**About this task**
Go through the entries below and work out how many lines include "after"; give only that number.

[Data extracted from a collection]
§ §

import type { BearingHistory, InspectionDto, InspectionPlanDto, PlanDue } from '@crankjournal/shared-types';

const due = (status: PlanDue['status'], remaining: number, dueDate: string): PlanDue => ({
  status,
  governing: 'calendar_days',
  dueDate,
  criteria: [{ criterion: 'calendar_days', interval: 365, used: 365 - remaining, remaining, fractionRemaining: remaining / 365, estimatedDueDate: dueDate, status }],
});

export function plan(id: string, title: string, status: PlanDue['status'], remaining: number): InspectionPlanDto {
  return {
    id,
    engineId: 'e1',
    engineName: 'No. 2 engine',
    componentKind: 'bearing',
    bearingId: 'b1',
    bearingLabel: 'Main bearing 1',
    componentLabel: 'Main bearing 1',
    title,
    inspectionKind: 'bearing_clearance',
    intervalRunHours: 500,
    intervalRevolutions: null,
    intervalDays: 365,
    lastDoneAt: '2025-10-18T10:00:00.000Z',
    lastDoneRunHours: 41250,
    lastDoneRevolutions: 185_600_000,
    lastResetByWorkRecordId: null,
    lastResetByInspectionId: null,
    hazards: ['lockout'],
    notes: '',
    active: true,
    due: due(status, remaining, '2026-10-18T10:00:00.000Z'),
  };
}

/** A history of three runs, the last above its band. Figures invented for the test. */
export const HISTORY: BearingHistory = {
  bearing: { id: 'b2', label: 'Main bearing 2 (flywheel side)', kind: 'main', engineId: 'e1', engineName: 'No. 2 engine', journalDiameterIn: 16, journalLengthIn: 26, radialClearanceIn: 0.008, loadSharePercent: 50, points: [{ id: 'p2', code: 'MB2-T', unit: 'degF' }] },
  loadMeasure: 'speed_rpm',
  loadMeasureNote: 'Load is the run’s mean speed.',
  ruleText: 'A run is flagged as drift when its rise above ambient is more than 5 °F above the top of the band at its mean speed.',
  settings: { bandK: 2, marginF: 5, minLoadSpread: 5 },
  runs: [
    { runId: 'r1', title: 'Spring opening', startedAt: '2026-05-16T10:30:00.000Z', state: 'closed', runningHours: 3, pointCode: 'MB2-T', unit: 'degF', peakTemperature: 99.7, meanTemperature: 90.5, readings: 13, ambientMean: 60, riseAtPeakF: 39.7, meanSpeedRpm: 74.5, indicatedHp: null, load: 74.5, alarms: [], drift: null, driftNote: 'First run of this bearing: nothing earlier to compare with.' },
    { runId: 'r2', title: 'Summer open day', startedAt: '2026-06-13T10:00:00.000Z', state: 'closed', runningHours: 4, pointCode: 'MB2-T', unit: 'degF', peakTemperature: 112.8, meanTemperature: 105, readings: 17, ambientMean: 72.1, riseAtPeakF: 40.7, meanSpeedRpm: 74.6, indicatedHp: null, load: 74.6, alarms: [], drift: { flagged: false, limitF: 44.7, expectedRiseF: 39.7, excessF: -4, extrapolated: false, historyRuns: 1, bandKind: 'mean' }, driftNote: null },
    {
      runId: 'r3',
      title: 'August demonstration',
      startedAt: '2026-08-08T10:30:00.000Z',
      state: 'closed',
      runningHours: 3.25,
      pointCode: 'MB2-T',
      unit: 'degF',
      peakTemperature: 159.3,
      meanTemperature: 131.4,
      readings: 24,
      ambientMean: 81.4,
      riseAtPeakF: 77.9,
      meanSpeedRpm: 74.5,
      indicatedHp: null,
      load: 74.5,
      alarms: [{ id: 'a1', kind: 'high_high', priority: 'high_high', raisedAt: '2026-08-08T13:00:00.000Z', message: 'MB2 high-high', value: 146 }],
      drift: { flagged: true, limitF: 46.4, expectedRiseF: 40.2, excessF: 31.5, extrapolated: false, historyRuns: 2, bandKind: 'mean' },
      driftNote: null,
    },
  ],
  band: { kind: 'mean', interceptF: 40.2, slopeFPerLoad: 0, residualSdF: 0.5, k: 2, marginF: 5, pointCount: 2, loadMin: 74.5, loadMax: 74.6, line: [{ load: 74, expectedF: 40.2, lowerF: 39.2, upperF: 41.2, limitF: 46.2 }, { load: 75, expectedF: 40.2, lowerF: 39.2, upperF: 41.2, limitF: 46.2 }] },
  inspections: [{ id: 'i1', engineId: 'e1', bearingId: 'b2', bearingLabel: 'Main bearing 2 (flywheel side)', planId: null, kind: 'bearing_clearance', title: 'Main bearing 2 after the August hot run', inspectedAt: '2026-08-20T09:00:00.000Z', measurementCount: 5, outOfToleranceCount: 3, attachmentCount: 1, findings: 'Scored.' }],
  workRecords: [],
  timeline: [
    { at: '2026-08-08T10:30:00.000Z', type: 'run', id: 'r3', title: 'August demonstration', detail: 'Peak 159 °F, rise 78 °F — drift', attention: true },
    { at: '2026-08-20T09:00:00.000Z', type: 'inspection', id: 'i1', title: 'Main bearing 2 after the August hot run', detail: '3 of 5 measurements out of tolerance', attention: true },
  ],
};

export const INSPECTION: InspectionDto = {
  ...HISTORY.inspections[0],
  engineName: 'No. 2 engine',
  planTitle: null,
  completesPlan: false,
  inspectorName: 'A. Tester',
  recordedByName: 'A. Tester',
  runHoursAt: 41265.3,
  revolutionsAt: 1,
  followUpActions: [{ text: 'Scrape the top half', workRecordId: null }],
  measurements: [
    { id: 'm1', kind: 'clearance_lead_wire', label: 'Top, centre', crankAngleDeg: null, value: 0.027, unit: 'in', nominal: 0.016, toleranceMin: 0.012, toleranceMax: 0.02, note: '', status: 'above', outOfTolerance: true, excess: 0.007 },
    { id: 'm2', kind: 'clearance_feeler', label: 'Side', crankAngleDeg: null, value: 0.009, unit: 'in', nominal: null, toleranceMin: 0.004, toleranceMax: 0.012, note: '', status: 'within', outOfTolerance: false, excess: 0 },
  ],
  webDeflection: null,
  attachments: [],
  promptedByAlarmId: null,
  promptedByRunId: 'r3',
  promptedByRunTitle: 'August demonstration',
  workRecords: [],
  createdAt: '2026-08-20T10:00:00.000Z',
};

§ §

**Task result**
2